Estou meio viciada em fazer altos dramas por causa de tudo. O interessante é que essa minha reação seria o normal em qualquer outra pessoa ali, porque ficar vendo cenas do futuro é meio pirante mesmo, mas não é o natural em mim, porque eu tenho uma mentalidade muito mais avançada, então essa cena toda fica meio falsa em mim, porque no fundo sinto tudo friamente, não estou abalada.

Até fico aliviada sabendo que vou morrer. Então me aparece o tal nobre, dessa vez sozinho. Vejo bem o rosto dele, mas ele não lembra ninguém que conheça, apesar de ter esse tipo de rosto loiro e antipático desse ator do Lanterna Verde, ou o parecido do Drive.

Acho que porisso não gosto de loiros.

Nosso diálogo é assim. Ele chega e me fala mais umas coisas agressivas e eu, desesperada, mas nisso um pouco mais sincera do que estava na minha reação exagerada com as visões do futuro, digo:

– O que você quer de mim? Me diga? Você já me tirou tudo!

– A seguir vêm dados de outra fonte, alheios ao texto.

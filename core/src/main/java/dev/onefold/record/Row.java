package dev.onefold.record;

import dev.onefold.OnefoldException;
import java.math.BigDecimal;
import java.math.RoundingMode;
import java.nio.ByteBuffer;
import java.util.ArrayList;
import java.util.Arrays;
import java.util.Collections;
import java.util.List;
import java.util.Map;
import java.util.Objects;
import java.util.TreeMap;
import java.util.UUID;

/**
 * onefold's own generic record: a {@link RowSchema} and one value per field, checked against the field's
 * type when built (see {@link FieldType} for the Java value of each kind). It is the neutral form every record
 * type is read into by a {@link dev.onefold.spi.RecordAccess}, and the form merge state, chunks and digests
 * are defined on.
 *
 * <p>Immutable and thread-safe. Equality is by schema and values. Building costs one pass over the values,
 * plus one over its variable-size values (strings, bytes, map keys) for {@link #estimatedHeapBytes()}.
 */
public final class Row {
    private final RowSchema schema;
    private final Object[] values;
    /** With compressed references (the default below 32 GiB of heap) it fits in the object's padding. */
    private final int heapBytes;

    private Row(RowSchema schema, Object[] values) {
        this.schema = schema;
        this.values = values;
        this.heapBytes = (int) Math.min(Integer.MAX_VALUE, RowSizes.estimate(schema, values));
    }

    public static Builder builder(RowSchema schema) {
        return new Builder(schema);
    }

    /**
     * A row from values in field order, each checked and normalised.
     *
     * @throws OnefoldException (INVALID_RECORD) naming the field and the reason
     */
    public static Row of(RowSchema schema, Object... values) {
        if (values.length != schema.size()) {
            throw OnefoldException.record("record " + schema.name() + " has " + schema.size() + " fields, got "
                    + values.length + " values");
        }
        Object[] copy = new Object[values.length];
        for (int i = 0; i < values.length; i++) {
            RowSchema.Field f = schema.field(i);
            copy[i] = normalize(f.type(), values[i], f.name());
        }
        return new Row(schema, copy);
    }

    public RowSchema schema() { return schema; }

    /**
     * An estimate of the heap this row holds (headers, references, boxed values, string bytes), within about a
     * factor of two; computed when the row was built, so reading it is free. Memory budgets count it.
     */
    public long estimatedHeapBytes() {
        return heapBytes;
    }

    public Object get(int position) {
        return values[position];
    }

    /** Value of a top-level field by name. */
    public Object get(String field) {
        int p = schema.indexOf(field);
        if (p < 0) {
            throw OnefoldException.usage("record " + schema.name() + " has no field '" + field + "'");
        }
        return values[p];
    }

    /** A copy with one top-level field replaced. */
    public Row with(String field, Object value) {
        int p = schema.indexOf(field);
        if (p < 0) {
            throw OnefoldException.usage("record " + schema.name() + " has no field '" + field + "'");
        }
        Object[] copy = values.clone();
        copy[p] = normalize(schema.field(p).type(), value, field);
        return new Row(schema, copy);
    }

    @Override
    public boolean equals(Object o) {
        return o instanceof Row r && r.schema.equals(schema) && Arrays.equals(r.values, values);
    }

    @Override
    public int hashCode() {
        return Arrays.hashCode(values);
    }

    @Override
    public String toString() {
        StringBuilder sb = new StringBuilder("{");
        for (int i = 0; i < values.length; i++) {
            if (i > 0) {
                sb.append(", ");
            }
            sb.append(schema.field(i).name()).append('=');
            Object v = values[i];
            sb.append(v instanceof ByteBuffer b ? "bytes[" + b.remaining() + "]" : String.valueOf(v));
        }
        return sb.append('}').toString();
    }

    /**
     * Checks a Java value against a type and returns its normal form (for example int widened to long for LONG,
     * maps sorted by key, byte arrays wrapped read-only).
     *
     * @throws OnefoldException (INVALID_RECORD) naming {@code where} and the reason
     */
    public static Object normalize(FieldType type, Object value, String where) {
        if (value == null) {
            if (!type.isNullable()) {
                throw OnefoldException.record("field '" + where + "' is null but its type " + type + " is not nullable");
            }
            return null;
        }
        switch (type.kind()) {
            case BOOLEAN:
                if (value instanceof Boolean) {
                    return value;
                }
                break;
            case INT:
            case DATE:
                if (value instanceof Integer || value instanceof Short || value instanceof Byte) {
                    return ((Number) value).intValue();
                }
                if (value instanceof Long l && l == l.intValue()) {
                    return l.intValue();
                }
                break;
            case LONG:
            case TIMESTAMP_MILLIS:
            case TIMESTAMP_MICROS:
                if (value instanceof Long || value instanceof Integer || value instanceof Short || value instanceof Byte) {
                    return ((Number) value).longValue();
                }
                break;
            case FLOAT:
                if (value instanceof Float) {
                    return value;
                }
                break;
            case DOUBLE:
                if (value instanceof Double) {
                    return value;
                }
                if (value instanceof Float f) {
                    return f.doubleValue();
                }
                break;
            case STRING:
                if (value instanceof CharSequence s) {
                    return s.toString();
                }
                break;
            case BYTES:
                if (value instanceof byte[] b) {
                    return ByteBuffer.wrap(b.clone()).asReadOnlyBuffer();
                }
                if (value instanceof ByteBuffer b) {
                    ByteBuffer copy = ByteBuffer.allocate(b.remaining());
                    copy.put(b.duplicate()).flip();
                    return copy.asReadOnlyBuffer();
                }
                break;
            case UUID:
                if (value instanceof UUID) {
                    return value;
                }
                break;
            case DECIMAL:
                if (value instanceof BigDecimal d) {
                    BigDecimal scaled;
                    try {
                        scaled = d.setScale(type.scale(), RoundingMode.UNNECESSARY);
                    } catch (ArithmeticException e) {
                        throw OnefoldException.record("field '" + where + "': " + d + " does not fit scale " + type.scale());
                    }
                    if (scaled.precision() > type.precision()) {
                        throw OnefoldException.record("field '" + where + "': " + d + " exceeds precision " + type.precision());
                    }
                    return scaled;
                }
                break;
            case LIST:
                if (value instanceof List<?> list) {
                    List<Object> out = new ArrayList<>(list.size());
                    for (int i = 0; i < list.size(); i++) {
                        out.add(normalize(type.element(), list.get(i), where + "[" + i + "]"));
                    }
                    return Collections.unmodifiableList(out);
                }
                break;
            case MAP:
                if (value instanceof Map<?, ?> map) {
                    TreeMap<String, Object> out = new TreeMap<>();
                    for (Map.Entry<?, ?> e : map.entrySet()) {
                        if (!(e.getKey() instanceof CharSequence k)) {
                            throw OnefoldException.record("field '" + where + "': map key " + e.getKey() + " is not a string");
                        }
                        out.put(k.toString(), normalize(type.element(), e.getValue(), where + "[" + k + "]"));
                    }
                    return Collections.unmodifiableSortedMap(out);
                }
                break;
            case RECORD:
                if (value instanceof Row r) {
                    if (!r.schema().equals(type.recordSchema())) {
                        throw OnefoldException.record("field '" + where + "': record " + r.schema().name()
                                + " does not have the declared schema " + type.recordSchema().name());
                    }
                    return r;
                }
                break;
            default:
                throw new AssertionError(type.kind());
        }
        throw OnefoldException.record("field '" + where + "' expects " + type + " but got "
                + value.getClass().getSimpleName() + " " + abbreviate(value));
    }

    private static String abbreviate(Object value) {
        String s = String.valueOf(value);
        return s.length() > 60 ? s.substring(0, 57) + "..." : s;
    }

    /** Sets fields by name; unset nullable fields are null. Not thread-safe. */
    public static final class Builder {
        private final RowSchema schema;
        private final Object[] values;
        private final boolean[] set;

        private Builder(RowSchema schema) {
            this.schema = Objects.requireNonNull(schema, "schema");
            this.values = new Object[schema.size()];
            this.set = new boolean[schema.size()];
        }

        public Builder set(String field, Object value) {
            int p = schema.indexOf(field);
            if (p < 0) {
                throw OnefoldException.record("record " + schema.name() + " has no field '" + field + "'");
            }
            return set(p, value);
        }

        public Builder set(int position, Object value) {
            values[position] = normalize(schema.field(position).type(), value, schema.field(position).name());
            set[position] = true;
            return this;
        }

        /** @throws OnefoldException (INVALID_RECORD) when a non-nullable field was never set */
        public Row build() {
            for (int i = 0; i < values.length; i++) {
                if (!set[i] && !schema.field(i).type().isNullable()) {
                    throw OnefoldException.record("record " + schema.name() + ": required field '"
                            + schema.field(i).name() + "' is missing");
                }
            }
            return new Row(schema, values.clone());
        }
    }
}
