package dev.onefold.record;

import java.nio.ByteBuffer;
import java.util.List;
import java.util.Map;

/**
 * A cheap estimate of the heap a row occupies (object headers, references, boxed values, string bytes), which
 * {@link Row} computes once when it is built, while its values are still in the cache; memory budgets count
 * it. Within a factor of about two of the truth; never reads more than the row itself, and a nested row's
 * estimate is its own, already computed.
 *
 * <p>The walk follows the schema's types rather than testing each value's class: a fixed-width value (number,
 * boolean, timestamp, date, uuid) costs a constant and is never dereferenced, and a collection of fixed-width
 * values is sized from its length, so the walk touches only what has a variable size (strings, bytes,
 * decimals, nested records, map keys). Stateless and thread-safe.
 */
final class RowSizes {
    /** A boxed fixed-width value: header plus payload, rounded as the JVM lays it out (common practice). */
    private static final long BOXED = 24;
    private static final long REFERENCE = 8;

    private RowSizes() {}

    /** The estimate for a row of {@code schema} holding {@code values}, already normalised. */
    static long estimate(RowSchema schema, Object[] values) {
        List<RowSchema.Field> fields = schema.fields();
        long size = 32;
        for (int i = 0; i < fields.size(); i++) {
            size += REFERENCE + value(fields.get(i).type(), values[i]);
        }
        return size;
    }

    private static long value(FieldType type, Object v) {
        if (v == null) {
            return 0;
        }
        return switch (type.kind()) {
            case STRING -> 48 + ((String) v).length();
            case BYTES -> 64 + ((ByteBuffer) v).remaining();
            case DECIMAL -> 64 + ((java.math.BigDecimal) v).unscaledValue().bitLength() / 8;
            case RECORD -> ((Row) v).estimatedHeapBytes();
            case LIST -> list(type.element(), (List<?>) v);
            case MAP -> map(type.element(), (Map<?, ?>) v);
            default -> BOXED;
        };
    }

    private static boolean isFixedWidth(FieldType type) {
        return switch (type.kind()) {
            case STRING, BYTES, DECIMAL, RECORD, LIST, MAP -> false;
            default -> true;
        };
    }

    private static long list(FieldType element, List<?> l) {
        long s = 40 + REFERENCE * l.size();
        if (isFixedWidth(element)) {
            return s + BOXED * l.size();
        }
        for (Object o : l) {
            s += value(element, o);
        }
        return s;
    }

    private static long map(FieldType values, Map<?, ?> m) {
        long s = 64 + 40L * m.size();
        if (isFixedWidth(values)) {
            s += BOXED * m.size();
            for (Object k : m.keySet()) {
                s += 48 + ((String) k).length();
            }
            return s;
        }
        for (Map.Entry<?, ?> e : m.entrySet()) {
            s += 48 + ((String) e.getKey()).length() + value(values, e.getValue());
        }
        return s;
    }
}
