func TestMaterialSwitches(t *testing.T) {
	h := newHarness(t, DemoScheme())
	mats := model.Materials()
	if len(mats) < 2 {
		t.Skip("needs two materials to switch one off")
	}
	h.ui(func() { h.w.inputs.matChecks[mats[0]].SetChecked(false) })
	h.settle()
	h.ui(func() {
		for _, r := range h.w.results.rows {
			assert.NotEqual(t, mats[0], h.w.snap.Model.Families[r.Family].Material())
		}
		for _, m := range mats[1:] {
			h.w.inputs.matChecks[m].SetChecked(false)
		}
		assert.Contains(t, h.w.status.BannerText(), "fix Materials")
		assert.True(t, h.w.inputs.matProblem.Visible())
		h.w.inputs.matChecks[mats[0]].SetChecked(true)
		assert.Equal(t, "", h.w.status.BannerText())
	})
}

func TestFileActionsSayNotAvailableUntilHooked(t *testing.T) {
	open, save, export := OpenHook, SaveHook, ExportHook
	OpenHook, SaveHook, ExportHook = nil, nil, nil
	defer func() { OpenHook, SaveHook, ExportHook = open, save, export }()
	h := newHarness(t, DemoScheme())
	h.ui(func() {
		n := 0
		for _, it := range h.w.win.MainMenu().Items[0].Items {
			if it.Shortcut == shortcutOpen || it.Shortcut == shortcutSave || it.Shortcut == shortcutExport {
				assert.Contains(t, it.Label, "not available")
				assert.True(t, it.Disabled)
				n++
			}
		}
		assert.Equal(t, 3, n, "open, save and export are in the File menu")
		c := h.w.win.Canvas()
		c.(interface{ TypedShortcut(fyne.Shortcut) }).TypedShortcut(shortcutSave)
		require.NotEmpty(t, c.Overlays().List(), "Ctrl+S says it is not available")
		c.Overlays().Top().Hide()
		c.Overlays().Remove(c.Overlays().Top())
	})
	var saved model.Scheme
	SaveHook = func(_ fyne.Window, sc model.Scheme) { saved = sc }
	h.ui(func() {
		h.w.win.Canvas().(interface{ TypedShortcut(fyne.Shortcut) }).TypedShortcut(shortcutSave)
		assert.Equal(t, h.w.st.Valid.Name, saved.Name, "with the hook set, Ctrl+S hands it the scheme")
	})
}

func TestSchemeAndSizeComeBackThroughPreferences(t *testing.T) {
	a := test.NewTempApp(t)
	p := a.Preferences()
	sc, err := savedScheme(p)
	require.NoError(t, err)
	assert.Equal(t, DemoScheme().Name, sc.Name, "first start opens the demo")
	sc.Name = "Quay Street market hall"
	sc.Setting = sc.Setting.AtLength(7100)
	sc.Units = model.SI
	storeScheme(p, sc)
	storeSize(p, fyne.NewSize(1200, 800))
	back, err := savedScheme(p)
	require.NoError(t, err)
	assert.Equal(t, sc.Name, back.Name)
	assert.InDelta(t, 7100, back.Setting.LengthMM, 1e-9)
	assert.Equal(t, model.SI, back.Units)
	assert.Equal(t, fyne.NewSize(1200, 800), savedSize(p, fyne.Size{}))
	// A stored scheme that no longer validates falls back to the demo, saying why.
	p.SetString(prefScheme, `{"Setting":{"LengthMM":-4}}`)
	back, err = savedScheme(p)
	assert.Error(t, err)
	assert.Equal(t, DemoScheme().Name, back.Name)
}

func TestTheWindowStoresTheSchemeOnceTheInputsRest(t *testing.T) {
	h := newHarness(t, DemoScheme())
	h.typeInto("length", "23 ft")
	require.Eventually(t, func() bool {
		var got model.Scheme
		var err error
		h.ui(func() { got, err = savedScheme(h.w.app.Preferences()) })
		return err == nil && math.Abs(got.Setting.LengthMM-23*units.MMPerFoot) < 1
	}, 5*time.Second, 50*time.Millisecond, "the typed length reaches the preferences")
}
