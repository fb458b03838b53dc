import { json } from '@sveltejs/kit';
import type { CaptureDetail } from '$lib/api/captures';
import { apiRoute, noContent } from '$lib/server/api';
import { captureDetail } from '$lib/server/captures/captures-db';
import { deleteCapture } from '$lib/server/captures/remove';
import { requireRole } from '$lib/server/guard';
import type { RequestHandler } from './$types';

export const GET: RequestHandler = apiRoute(async (event) => {
	const { workspace } = await requireRole(event, 'viewer');
	const detail = await captureDetail(event.locals.services.db, workspace.id, event.params.id);
	return json(detail satisfies CaptureDetail);
});

/** Owners delete any capture; viewers and editors their own uploads (checked in deleteCapture). */
export const DELETE: RequestHandler = apiRoute(async (event) => {
	const { user, workspace, role } = await requireRole(event, 'viewer');
	await deleteCapture(event.locals.services, {
		workspaceId: workspace.id,
		captureId: event.params.id,
		actorId: user.id,
		role
	});
	return noContent();
});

Ele permanece frio. Ele é frio.

– Sim, ele responde.

E olha para o lado, como se pensasse consigo mesmo:

– Estou conseguindo tudo que quero, diz ele.

Ele também não me parece feliz, nem realizado. Tenho a impressão que sua tragédia é justamente essa, conseguir tudo o que quer e isso não fazer diferença nenhuma, porque é óbvio que ele se sente inferior a mim em algo que não consegue identificar, porisso me odeia.

Fico perscrutando a expressão dele para ver sinais de que ele percebe que não está feliz mesmo assim, mas ele é estúpido demais para isso, é inconsciente do que sente.

Aqui há uma coisa de ordem das frases. Acho que o diálogo é assim:

– O que você quer de mim? Me diga? Você já me tirou tudo!

– Tá vendo? Essa sua atitude piora tudo.

O que ele quer dizer é que essa minha postura dramática, de vítima, piora tudo. O que me soa injusto, porque se tem uma coisa na qual estou sendo justificada e sincera, é nisso de que ele me tirou tudo. Tirou mesmo. Tirou minha riqueza, minha carreira, meu amor. Me transformou numa mendiga que não tem para onde ir.

Não dou razão a ele, mas percebo que é essa a causa da ligação doentia entre nós.

Ele me agride compulsivamente porque se irrita com o desespero em que fico.

Acho que é esse o ponto do sonho:

Se eu deixasse de reagir desse modo, romperia o elo entre nós.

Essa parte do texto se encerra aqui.